Biologists, chemists, math and computing

Here are some words of wisdom from C. Titus Brown, a biology professor at Michigan State University, on the critical importance of quantitative math, stats and computing skills in biology. The larger question is what it means to 'do biology' in an age when biology has become so interdisciplinary. 

Brown's post itself is based on another post by Sean Eddy at Janelia Farm on how biologists must learn scripting these days. Here's Brown:

So here's my conclusion: to be a biologist, one must be seriously trying to study biology. Period. Clearly you must know something about biology in order to be effective here, and critical thinking is presumably pretty important there; I think "basic competency in scientific practice" is probably the minimum bar, but even there you can imagine lab techs or undergraduates putting in useful work at a pretty introductory level here. I think there are many useful skills to have, but I have a hard time concluding that any of them are strictly necessary. 

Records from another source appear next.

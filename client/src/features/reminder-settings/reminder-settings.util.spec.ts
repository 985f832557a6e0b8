import { describe, expect, it } from 'vitest';
import { formPath, freshId, insertAt, isShownPath, newRule, newTemplate, serverErrors, validateSettings } from './reminder-settings.util';
import { settings } from './test/reminder-settings.fixtures';

describe('insertAt', () => {
  it('inserts at the cursor and puts the cursor after the token', () => {
    expect(insertAt('visit  at', 6, 6, '{date}')).toEqual({ text: 'visit {date} at', cursor: 12 });
  });
  it('replaces a selection', () => {
    expect(insertAt('visit TODAY at', 6, 11, '{date}')).toEqual({ text: 'visit {date} at', cursor: 12 });
  });
  it('clamps a cursor past the end to the end', () => {
    expect(insertAt('abc', 10, 12, '{x}')).toEqual({ text: 'abc{x}', cursor: 6 });
  });
});

describe('formPath and serverErrors', () => {
  it('reads the server’s paths as the form’s', () => {
    expect(formPath('settings.rules.0.hoursBefore')).toBe('rules.0.hoursBefore');
    expect(formPath('settings.rules[2].templateId')).toBe('rules.2.templateId');
    expect(formPath('quietHours.start')).toBe('quietHours.start');
  });
  it('joins two messages for one field', () => {
    expect(serverErrors([{ field: 'settings.caps.perDay', message: 'a' }, { field: 'caps.perDay', message: 'b' }])).toEqual({ 'caps.perDay': 'a; b' });
  });
  it('drops the path the server puts at the start of its message, since the field shows where', () => {
    // The server's wording (server/src/reminders/reminder-settings.util.ts).
    expect(
      serverErrors([
        { field: 'rules.1.hoursBefore', message: 'rules.1.hoursBefore must be a whole number of hours from 1 to 336' },
        { field: 'quietHours.end', message: 'quietHours.end: texts may not go after 21:00 (47 CFR 64.1200(c)(1))' },
        { field: 'caps.perWeek', message: 'caps.perWeek must be at least caps.perDay' },
      ]),
    ).toEqual({
      'rules.1.hoursBefore': 'must be a whole number of hours from 1 to 336',
      'quietHours.end': 'texts may not go after 21:00 (47 CFR 64.1200(c)(1))',
      'caps.perWeek': 'must be at least caps.perDay',
    });
  });
  it('knows which paths have a field on the page', () => {
    const s = settings();
    expect(isShownPath('rules.1.hoursBefore', s)).toBe(true);
    expect(isShownPath('rules.9.hoursBefore', s)).toBe(false);
    expect(isShownPath('templates.0.body', s)).toBe(true);
    expect(isShownPath('templates.0.id', s)).toBe(false);
    expect(isShownPath('caps.perWeek', s)).toBe(true);
    expect(isShownPath('retention', s)).toBe(false);
  });
});

describe('validateSettings', () => {
  it('accepts the defaults of design/messaging.md', () => {
    expect(validateSettings(settings())).toEqual({});
  });
  it('catches the plain slips', () => {
    const s = settings();
    s.rules[1]!.hoursBefore = 0;
    s.rules[2]!.templateId = 'booked-email';
    s.templates[1]!.subject = ' ';
    s.quietHours = { start: '21:00', end: '08:00' };
    s.caps = { perDay: 2, perWeek: 1 };
    expect(validateSettings(s)).toEqual({
      'rules.1.hoursBefore': 'Whole hours, 1 to 336',
      'rules.2.templateId': 'This is an e-mail template',
      'templates.1.subject': 'An e-mail needs a subject',
      'quietHours.end': 'Must be later than the start',
      'caps.perWeek': 'At least the daily cap',
    });
  });
  it('refuses a time that is not HH:MM', () => {
    const s = settings();
    s.quietHours.start = '8am';
    expect(validateSettings(s)).toEqual({ 'quietHours.start': 'A time, HH:MM' });
  });
});

describe('new rules and templates', () => {
  it('gets ids that are free and fit the outbox key', () => {
    expect(freshId('rule', ['rule-1', 'rule-2'])).toBe('rule-3');
    const s = settings();
    const r = newRule(s);
    expect(r.id).toMatch(/^[a-z0-9-]+$/);
    expect(r).toMatchObject({ enabled: false, channel: 'sms', templateId: 'reminder-text', trigger: 'before_visit', hoursBefore: 24 });
    const t = newTemplate(s, 'email');
    expect(t).toMatchObject({ id: 'email-1', channel: 'email' });
    expect(validateSettings({ ...s, rules: [...s.rules, r], templates: [...s.templates, t] })).toEqual({});
  });
});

The more interesting question, to my mind, is what should we be teaching undergraduates and graduate students in biology? And there I unequivocally agree with the people who prioritize some reasonable background in stats, and some reasonable background in data analysis (with R or Python - something more than Excel). What's more important than teaching any one thing in specific, though, is that the whole concept that biologists can avoid math or computing in their training (be it stats, modeling, simulation, programming, data science/data analysis, or whatever) needs to die. That is over. Dead, done, over.

And here's Eddy:

The most important thing I want you to take away from this talk tonight is that writing scripts in Perl or Python is both essential and easy, like learning to pipette. Writing a script is not software programming. To write scripts, you do not need to take courses in computer science or computer engineering. Any biologist can write a Perl script. A Perl or Python script is not much different from writing a protocol for yourself. The way you get started is that someone gives you one that works, and you learn how to tweak it to do more of what you need. After a while, you’ll find you’re writing your own scripts from scratch. If you aren’t already competent in Perl and you’re dealing with sequence data, you really need to take a couple of hours and write your first Perl script.  

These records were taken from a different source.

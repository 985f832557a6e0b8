import { Alert, Anchor, Badge, Button, Card, Checkbox, Group, List, Stack, TagsInput, Text, Textarea, Title } from '@mantine/core';
import { notifications } from '@mantine/notifications';
import type { CaseCompletionView, LetterSummary } from '@ostium/shared';
import { IconCircleCheck, IconFileTypePdf, IconFlagCheck } from '@tabler/icons-react';
import { DateTime } from 'luxon';
import { useState } from 'react';
import { QueryState } from '../../../components/query-state';
import { ApiError } from '../../../lib/api-client';
import { openLetterPdf, useCompleteCase, useCompletion } from '../api/completion';

const FINDINGS_MAX = 4000;
const day = (isoDate: string) => DateTime.fromISO(isoDate).toFormat('ccc d LLL yyyy');

const LETTER_WORDS: Record<LetterSummary['status'], { label: string; color: string }> = {
  queued: { label: 'Queued', color: 'amber' },
  sent: { label: 'Sent', color: 'lagoon' },
  failed: { label: 'Failed', color: 'red' },
  skipped: { label: 'Skipped', color: 'stone' },
};

/** A report that is on its way or has gone fixes what was saved; otherwise it may be changed and sent again. */
const reportFixed = (v: CaseCompletionView) => ['queued', 'sent'].includes(v.completion?.report?.status ?? '');

/** Case sheet card for the endodontist: findings, recall plan and the completion report to the referring dentist. */
export function CompletionCard({ caseId }: { caseId: number }) {
  const completion = useCompletion(caseId);
  return (
    <Card p="md" component="section" aria-label="Finish treatment">
      <Group gap={6} mb="xs">
        <IconFlagCheck size={18} color="var(--mantine-color-lagoon-8)" />
        <Title order={3} fz="md">
          Finish treatment
        </Title>
      </Group>
      <QueryState query={completion}>{(v) => <CompletionBody key={v.completion?.completedAt ?? 'new'} caseId={caseId} v={v} />}</QueryState>
    </Card>
  );
}

function ReportState({ report, zone }: { report: LetterSummary; zone: string }) {
  const [opening, setOpening] = useState(false);
  const w = LETTER_WORDS[report.status];
  const when = DateTime.fromISO(report.sentAt ?? report.at, { zone }).toFormat('d LLL yyyy, HH:mm');
  return (
    <Stack gap={4} data-testid="report-state">
      <Group gap="xs">
        <Text fz="sm" fw={600}>
          Completion report
        </Text>
        <Badge color={w.color} size="sm" style={{ textTransform: 'none' }}>
          {w.label}
        </Badge>
      </Group>
      <Text fz="xs" c="dimmed">
        to {report.to} · {when}
        {report.detail ? ` · ${report.detail}` : ''}
      </Text>
      <Anchor
        component="button"
        type="button"
        fz="sm"
        onClick={async () => {
          setOpening(true);
          try {
            await openLetterPdf(report.id);
          } catch (e) {
            notifications.show({ color: 'red', title: 'Could not open the report', message: (e as Error).message });
          } finally {
            setOpening(false);
          }
        }}
        style={{ display: 'inline-flex', alignItems: 'center', gap: 4 }}
        disabled={opening}
      >
        <IconFileTypePdf size={14} /> {opening ? 'Opening…' : 'Open the report (PDF)'}
      </Anchor>
    </Stack>
  );
}

function CompletionBody({ caseId, v }: { caseId: number; v: CaseCompletionView }) {
  const done = v.completion;
  const fixed = reportFixed(v);
  const canSubmit = v.canComplete || (!!done && !fixed && !['declined', 'cancelled'].includes(v.caseStatus));
  const [editing, setEditing] = useState(!done);
  const [findings, setFindings] = useState(done?.findings ?? '');
  const [recall, setRecall] = useState<string[]>((done ? done.recallPlan.map((r) => r.months) : v.defaultRecallPlan).map(String));
  const [sendReport, setSendReport] = useState(true);
  const [missing, setMissing] = useState(false);
  const complete = useCompleteCase(caseId);
  const err = complete.error instanceof ApiError ? complete.error : null;

  const lastVisit = v.visits.at(-1)?.date ?? null;
  const months = recall.map((x) => Number(x.trim())).filter((n) => Number.isInteger(n));
  const badRecall = recall.filter((x) => !/^\d+$/.test(x.trim()) || Number(x) < 1 || Number(x) > 120);

  const submit = () => {
    if (!findings.trim()) return setMissing(true);
    complete.mutate(
      { findings: findings.trim(), recallPlan: [...new Set(months)].sort((a, b) => a - b), sendReport },
      {
        onSuccess: (next) => {
          setEditing(false);
          notifications.show({
            color: 'lagoon',
            title: 'Treatment finished',
            message: next.completion?.report ? 'The completion report is on its way to the referring dentist.' : 'Saved; no report was sent.',
          });
        },
      },
    );
  };

  return (
    <Stack gap="sm">
      {v.visits.length > 0 && (
        <div>
          <Text fz="xs" fw={700} c="stone.6" tt="uppercase" style={{ letterSpacing: '0.05em' }}>
            Visits done
          </Text>
          <List size="sm" spacing={2} aria-label="Visits done">
            {v.visits.map((x) => (
              <List.Item key={x.appointmentId}>
                {day(x.date)}, {x.startTime}–{x.endTime} · {x.endodontist} · {x.locationName}
              </List.Item>
            ))}
          </List>
        </div>
      )}

      {done && (
        <Stack gap={6}>
          <Group gap={6}>
            <IconCircleCheck size={16} color="var(--mantine-color-lagoon-7)" />
            <Text fz="sm">
              Treatment ended {day(done.treatmentEndedOn)}; completed {DateTime.fromISO(done.completedAt, { zone: v.timeZone }).toFormat('d LLL yyyy')}
              {done.completedBy ? ` by ${done.completedBy}` : ''}.
            </Text>
          </Group>
          {!editing && (
            <>
              <Text fz="sm" style={{ whiteSpace: 'pre-wrap' }} data-testid="saved-findings">
                {done.findings}
              </Text>
              <Text fz="sm">
                <b>Recall:</b> {done.recallPlan.length ? done.recallPlan.map((r) => `${r.months} months (${day(r.dueOn)})`).join(', ') : 'none planned'}
              </Text>
            </>
          )}
          {done.report ? (
            <ReportState report={done.report} zone={v.timeZone} />
          ) : (
            !editing && (
              <Text fz="sm" c="dimmed">
                No report was sent to the referring dentist.
              </Text>
            )
          )}
          {!editing && canSubmit && (
            <Button size="compact-sm" variant="light" onClick={() => setEditing(true)} style={{ alignSelf: 'flex-start' }}>
              Change and send the report
            </Button>
          )}
        </Stack>
      )}

      {editing && (
        <>
          {!canSubmit && v.blockedBy && (
            <Alert color="amber" variant="light" p="xs" title="Not yet" role="status">
              <Text fz="sm">{v.blockedBy}</Text>
              {v.openVisits.length > 0 && (
                <List size="sm" mt={4}>
                  {v.openVisits.map((o) => (
                    <List.Item key={o.appointmentId}>{o.description}</List.Item>
                  ))}
                </List>
              )}
            </Alert>
          )}
          <Textarea
            label="Findings for the referring dentist"
            description="What was done and found, in your words; the report adds the tooth, procedure and visit dates."
            withAsterisk
            rows={5}
            maxLength={FINDINGS_MAX}
            value={findings}
            disabled={!canSubmit}
            onChange={(e) => {
              setFindings(e.currentTarget.value);
              setMissing(false);
            }}
            error={(missing && !findings.trim() ? 'Write the findings' : undefined) ?? err?.field('findings')}
          />
          <Text fz={11} c="dimmed" ta="right" mt={-6}>
            {findings.length} / {FINDINGS_MAX}
          </Text>
          <TagsInput
            label="Recall plan, months after treatment"
            description={lastVisit && months.length ? `Reviews due ${months.map((m) => DateTime.fromISO(lastVisit).plus({ months: m }).toFormat('d LLL yyyy')).join(', ')}` : 'Type a number of months and press Enter'}
            value={recall}
            onChange={setRecall}
            disabled={!canSubmit}
            maxTags={6}
            error={badRecall.length ? `Whole months from 1 to 120: ${badRecall.join(', ')}` : err?.field('recallPlan')}
          />
          <Checkbox label="Send the report to the referring dentist" checked={sendReport} onChange={(e) => setSendReport(e.currentTarget.checked)} disabled={!canSubmit} />
          {complete.isError && (!err || err.errors.every((e) => !['findings', 'recallPlan'].includes(e.field))) && (
            <Alert color="red" variant="light" p="xs" role="alert" title="Not finished">
              {(complete.error as Error).message}
            </Alert>
          )}
          <Group justify="flex-end" gap="xs">
            {done && (
              <Button variant="subtle" color="stone" onClick={() => setEditing(false)}>
                Keep as is
              </Button>
            )}
            <Button leftSection={<IconFlagCheck size={16} />} onClick={submit} loading={complete.isPending} disabled={!canSubmit || badRecall.length > 0}>
              {sendReport ? 'Finish and send the report' : 'Finish treatment'}
            </Button>
          </Group>
        </>
      )}
    </Stack>
  );
}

The thing is, large-scale biological data are almost as complicated as the organism itself. Asking a question of a large, complex dataset is just like doing an experiment.  You can’t see the whole dataset at once; you have to ask an insightful question of it, and get back one narrow view at a time.  Asking insightful questions of data takes just as much time, and just as much intuition as asking insightful questions of the living system.  You need to think about what you’re asking, and you need to think about what you’re going to do for positive and negative controls. Your script is the experimental protocol. The amount of thought you will find yourself putting into many different experiments and controls vastly outweighs the time it will take you to learn to write Perl.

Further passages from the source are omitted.